| What you are asked to do |
Return the records in full, exactly as given.

| Data excerpts |

────────────────────────────────────────

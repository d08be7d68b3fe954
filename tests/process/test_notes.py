"""Nested apertures, new hydrophone positions and another sound speed: bearings are right again in the time promised."""

from collections.abc import Iterator
from dataclasses import dataclass

import numpy as np
import pytest
from rig import (
    ArrayModel,
    Feeder,
    Listener,
    Message,
    Service,
    Wave,
    block_message,
    cut_blocks,
    half_power_width,
    line_positions,
    note,
    peak_cosine,
    plane_wave,
)  # fmt: skip

ARRAY = ArrayModel()
AVERAGE_S = 0.5
LEG = 32000  # samples of one leg, 4 s
SECOND = 10**9
#: a long sparse line for low frequencies, its dense middle for high ones; a frame each
LOW = ARRAY.band(name="low", channels="0:32:2", band_hz=[100.0, 700.0], frame=2048, average_s=AVERAGE_S)
HIGH = ARRAY.band(name="high", channels="8:24", band_hz=[500.0, 2000.0], frame=1024, average_s=AVERAGE_S)
LINES = {"low": ARRAY.positions_m[0:32:2, 0], "high": ARRAY.positions_m[8:24, 0]}
LOOK_HZ = {"low": (550.0, 650.0), "high": (1150.0, 1250.0)}


@dataclass(frozen=True)
class Leg:
    """Four seconds of sea as it truly is: positions of the hydrophones, sound speed, and where the sound is from."""

    positions_m: np.ndarray
    sound_speed_m_s: float = 1500.0
    cone_deg: float = 40.0


STRETCHED = line_positions(32, 0.5 * 1.05)
REVERSED = ARRAY.positions_m[::-1].copy()
#: what changes, the sea of the leg, the message that tells of it (half a leg late, so that the map is wrong before)
LEGS = [
    ("as set up", Leg(ARRAY.positions_m), None),
    ("stretched", Leg(STRETCHED), ("positions", {"positions_m": STRETCHED.tolist()})),
    ("reversed", Leg(REVERSED), ("positions", {"positions_m": REVERSED.tolist()})),
    ("as at first", Leg(ARRAY.positions_m), ("positions", {"positions_m": ARRAY.positions_m.tolist()})),
    ("slow water", Leg(ARRAY.positions_m, 1425.0), ("navigation", {"sound_speed_m_s": 1425.0})),
    ("from aft", Leg(ARRAY.positions_m, 1425.0, 133.0), None),
]  # fmt: skip
START = 1_796_133_600 * SECOND


def leg_t(number: int) -> int:
    return START + number * LEG * SECOND // 8000


def feed_legs(feeder: Feeder) -> None:
    """All legs as one run; each message is sent ahead and acts from the middle of its leg on."""
    for number, (_, leg, told) in enumerate(LEGS):
        if told:
            kind, keys = told
            feeder.send(note(ARRAY, kind, t=leg_t(number) + 2 * SECOND, **keys))
        sea = plane_wave(Wave(leg.cone_deg, seed=number), leg.positions_m, LEG, ARRAY.rate_hz, leg.sound_speed_m_s)
        blocks = cut_blocks(
            sea / ARRAY.full_scale_upa, 1000, ARRAY.rate_hz, number * LEG, leg_t(number), "i3", "sample"
        )
        feeder.send_all(block_message(ARRAY, block, "legs", type="i3", layout="sample") for block in blocks)
    feeder.send(note(ARRAY, "end", run="legs"))


@pytest.fixture(scope="module")
def maps(tmp_path_factory: pytest.TempPathFactory) -> Iterator[dict[str, list[Message]]]:
    """Maps of both bands over all legs."""
    settings = ARRAY.settings(LOW, HIGH)
    folder = tmp_path_factory.mktemp("legs")
    with Service(settings, folder) as service, service.listener() as listener, service.feeder() as feeder:
        feed_legs(feeder)
        yield {band["name"]: all_maps(listener, band) for band in (LOW, HIGH)}


def all_maps(listener: Listener, band: dict) -> list[Message]:
    count = (len(LEGS) * LEG - band["frame"]) // (band["frame"] // 2) + 1
    maps = listener.wait_count(f"map/{band['name']}", count)
    assert len(maps) == count
    return maps


def error_cosine(message: Message, band: str, leg: Leg) -> float:
    """Cosine measured less that of the source, in half-power beamwidths of the band's line at the look frequency."""
    low, high = LOOK_HZ[band]
    x = LINES[band]
    shade = np.hanning(len(x) + 2)[1:-1]
    width = half_power_width(shade / shade.sum(), x, (low + high) / 2, leg.sound_speed_m_s)
    _, at = peak_cosine(message.cosines, message.band_db(low, high))
    return (at - np.cos(np.radians(leg.cone_deg))) / width


@pytest.mark.parametrize("band", [LOW, HIGH], ids=["low", "high"])
@pytest.mark.parametrize("number", range(len(LEGS)), ids=[leg[0] for leg in LEGS])
def test_bearing_is_right_within_three_time_constants_and_a_frame(
    maps: dict[str, list[Message]], band: dict, number: int
) -> None:
    """A twentieth of what is averaged is then still from before (e^-3), hence 0.1 and not 0.05 beamwidth."""
    _, leg, told = LEGS[number]
    settled = leg_t(number) + (2 * SECOND if told else 0) + round(3 * AVERAGE_S * SECOND)
    settled += round(band["frame"] / 8000 * SECOND)
    found = [m for m in maps[band["name"]] if settled < m.header["t_end"] <= leg_t(number + 1)]
    assert len(found) >= 2
    for message in found:
        assert abs(error_cosine(message, band["name"], leg)) < 0.1, message.header["t_end"]


@pytest.mark.parametrize("band", [LOW, HIGH], ids=["low", "high"])
@pytest.mark.parametrize("number", [i for i, leg in enumerate(LEGS) if leg[2]], ids=lambda i: LEGS[i][0])
def test_bearing_is_wrong_until_the_service_is_told(maps: dict[str, list[Message]], band: dict, number: int) -> None:
    """Or the test above would prove nothing: just before the message acts the map still follows the old array."""
    _, leg, _ = LEGS[number]
    told = leg_t(number) + 2 * SECOND
    before = [m for m in maps[band["name"]] if m.header["t_end"] <= told][-1]
    assert abs(error_cosine(before, band["name"], leg)) > 0.15


def test_a_message_acts_from_the_first_frame_that_begins_at_or_after_its_time(maps: dict[str, list[Message]]) -> None:
    """Each map's alias onset c/2d follows the line in force for its frame: 0.5 m and 0.525 m, then 1425 m/s."""
    turn = leg_t(1) + 2 * SECOND
    onset = {m.header["t"]: m.header["limits"]["alias_hz"] for m in maps["high"] if m.header["t"] < turn + 2 * SECOND}
    assert {hz for t, hz in onset.items() if t < turn} == {1500.0}
    after = [hz for t, hz in onset.items() if t >= turn]
    assert after == pytest.approx([1500 / 1.05] * len(after), rel=1e-6)
    last = maps["high"][-1].header["limits"]
    assert last["alias_hz"] == pytest.approx(1425.0, rel=1e-6)


def test_each_band_says_which_hydrophones_it_uses(maps: dict[str, list[Message]]) -> None:
    for band in ("low", "high"):
        assert {(m.header["limits"]["channels"], m.header["limits"]["channels_used"]) for m in maps[band]} == {(16, 16)}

────────────────────────────────────────

| Finished task |
repository d08be7d68b3fe954
filename tests/process/test_notes.py
"""Nested apertures, new hydrophone positions and another sound speed: bearings are right again in the time promised."""

from collections.abc import Iterator
from dataclasses import dataclass

import numpy as np
import pytest
from rig import (
    ArrayModel,
    Feeder,
    Listener,
    Message,
    Service,
    Wave,
    block_message,
    cut_blocks,
    half_power_width,
    line_positions,
    note,
    peak_cosine,
    plane_wave,
)  # fmt: skip

ARRAY = ArrayModel()
AVERAGE_S = 0.5
LEG = 32000  # samples of one leg, 4 s
SECOND = 10**9
#: a long sparse line for low frequencies, its dense middle for high ones; a frame each
LOW = ARRAY.band(name="low", channels="0:32:2", band_hz=[100.0, 700.0], frame=2048, average_s=AVERAGE_S)
HIGH = ARRAY.band(name="high", channels="8:24", band_hz=[500.0, 2000.0], frame=1024, average_s=AVERAGE_S)
LINES = {"low": ARRAY.positions_m[0:32:2, 0], "high": ARRAY.positions_m[8:24, 0]}
LOOK_HZ = {"low": (550.0, 650.0), "high": (1150.0, 1250.0)}


@dataclass(frozen=True)
class Leg:
    """Four seconds of sea as it truly is: positions of the hydrophones, sound speed, and where the sound is from."""

    positions_m: np.ndarray
    sound_speed_m_s: float = 1500.0
    cone_deg: float = 40.0


STRETCHED = line_positions(32, 0.5 * 1.05)
REVERSED = ARRAY.positions_m[::-1].copy()
#: what changes, the sea of the leg, the message that tells of it (half a leg late, so that the map is wrong before)
LEGS = [
    ("as set up", Leg(ARRAY.positions_m), None),
    ("stretched", Leg(STRETCHED), ("positions", {"positions_m": STRETCHED.tolist()})),
    ("reversed", Leg(REVERSED), ("positions", {"positions_m": REVERSED.tolist()})),
    ("as at first", Leg(ARRAY.positions_m), ("positions", {"positions_m": ARRAY.positions_m.tolist()})),
    ("slow water", Leg(ARRAY.positions_m, 1425.0), ("navigation", {"sound_speed_m_s": 1425.0})),
    ("from aft", Leg(ARRAY.positions_m, 1425.0, 133.0), None),
]  # fmt: skip
START = 1_796_133_600 * SECOND


def leg_t(number: int) -> int:
    return START + number * LEG * SECOND // 8000


def feed_legs(feeder: Feeder) -> None:
    """All legs as one run; each message is sent ahead and acts from the middle of its leg on."""
    for number, (_, leg, told) in enumerate(LEGS):
        if told:
            kind, keys = told
            feeder.send(note(ARRAY, kind, t=leg_t(number) + 2 * SECOND, **keys))
        sea = plane_wave(Wave(leg.cone_deg, seed=number), leg.positions_m, LEG, ARRAY.rate_hz, leg.sound_speed_m_s)
        blocks = cut_blocks(
            sea / ARRAY.full_scale_upa, 1000, ARRAY.rate_hz, number * LEG, leg_t(number), "i3", "sample"
        )
        feeder.send_all(block_message(ARRAY, block, "legs", type="i3", layout="sample") for block in blocks)
    feeder.send(note(ARRAY, "end", run="legs"))


@pytest.fixture(scope="module")
def maps(tmp_path_factory: pytest.TempPathFactory) -> Iterator[dict[str, list[Message]]]:
    """Maps of both bands over all legs."""
    settings = ARRAY.settings(LOW, HIGH)
    folder = tmp_path_factory.mktemp("legs")
    with Service(settings, folder) as service, service.listener() as listener, service.feeder() as feeder:
        feed_legs(feeder)
        yield {band["name"]: all_maps(listener, band) for band in (LOW, HIGH)}


def all_maps(listener: Listener, band: dict) -> list[Message]:
    count = (len(LEGS) * LEG - band["frame"]) // (band["frame"] // 2) + 1
    maps = listener.wait_count(f"map/{band['name']}", count)
    assert len(maps) == count
    return maps


def error_cosine(message: Message, band: str, leg: Leg) -> float:
    """Cosine measured less that of the source, in half-power beamwidths of the band's line at the look frequency."""
    low, high = LOOK_HZ[band]
    x = LINES[band]
    shade = np.hanning(len(x) + 2)[1:-1]
    width = half_power_width(shade / shade.sum(), x, (low + high) / 2, leg.sound_speed_m_s)
    _, at = peak_cosine(message.cosines, message.band_db(low, high))
    return (at - np.cos(np.radians(leg.cone_deg))) / width


@pytest.mark.parametrize("band", [LOW, HIGH], ids=["low", "high"])
@pytest.mark.parametrize("number", range(len(LEGS)), ids=[leg[0] for leg in LEGS])
def test_bearing_is_right_within_three_time_constants_and_a_frame(
    maps: dict[str, list[Message]], band: dict, number: int
) -> None:
    """A twentieth of what is averaged is then still from before (e^-3), hence 0.1 and not 0.05 beamwidth."""
    _, leg, told = LEGS[number]
    settled = leg_t(number) + (2 * SECOND if told else 0) + round(3 * AVERAGE_S * SECOND)
    settled += round(band["frame"] / 8000 * SECOND)
    found = [m for m in maps[band["name"]] if settled < m.header["t_end"] <= leg_t(number + 1)]
    assert len(found) >= 2
    for message in found:
        assert abs(error_cosine(message, band["name"], leg)) < 0.1, message.header["t_end"]


@pytest.mark.parametrize("band", [LOW, HIGH], ids=["low", "high"])
@pytest.mark.parametrize("number", [i for i, leg in enumerate(LEGS) if leg[2]], ids=lambda i: LEGS[i][0])
def test_bearing_is_wrong_until_the_service_is_told(maps: dict[str, list[Message]], band: dict, number: int) -> None:
    """Or the test above would prove nothing: just before the message acts the map still follows the old array."""
    _, leg, _ = LEGS[number]
    told = leg_t(number) + 2 * SECOND
    before = [m for m in maps[band["name"]] if m.header["t_end"] <= told][-1]
    assert abs(error_cosine(before, band["name"], leg)) > 0.15


def test_a_message_acts_from_the_first_frame_that_begins_at_or_after_its_time(maps: dict[str, list[Message]]) -> None:
    """Each map's alias onset c/2d follows the line in force for its frame: 0.5 m and 0.525 m, then 1425 m/s."""
    turn = leg_t(1) + 2 * SECOND
    onset = {m.header["t"]: m.header["limits"]["alias_hz"] for m in maps["high"] if m.header["t"] < turn + 2 * SECOND}
    assert {hz for t, hz in onset.items() if t < turn} == {1500.0}
    after = [hz for t, hz in onset.items() if t >= turn]
    assert after == pytest.approx([1500 / 1.05] * len(after), rel=1e-6)
    last = maps["high"][-1].header["limits"]
    assert last["alias_hz"] == pytest.approx(1425.0, rel=1e-6)


def test_each_band_says_which_hydrophones_it_uses(maps: dict[str, list[Message]]) -> None:
    for band in ("low", "high"):
        assert {(m.header["limits"]["channels"], m.header["limits"]["channels_used"]) for m in maps[band]} == {(16, 16)}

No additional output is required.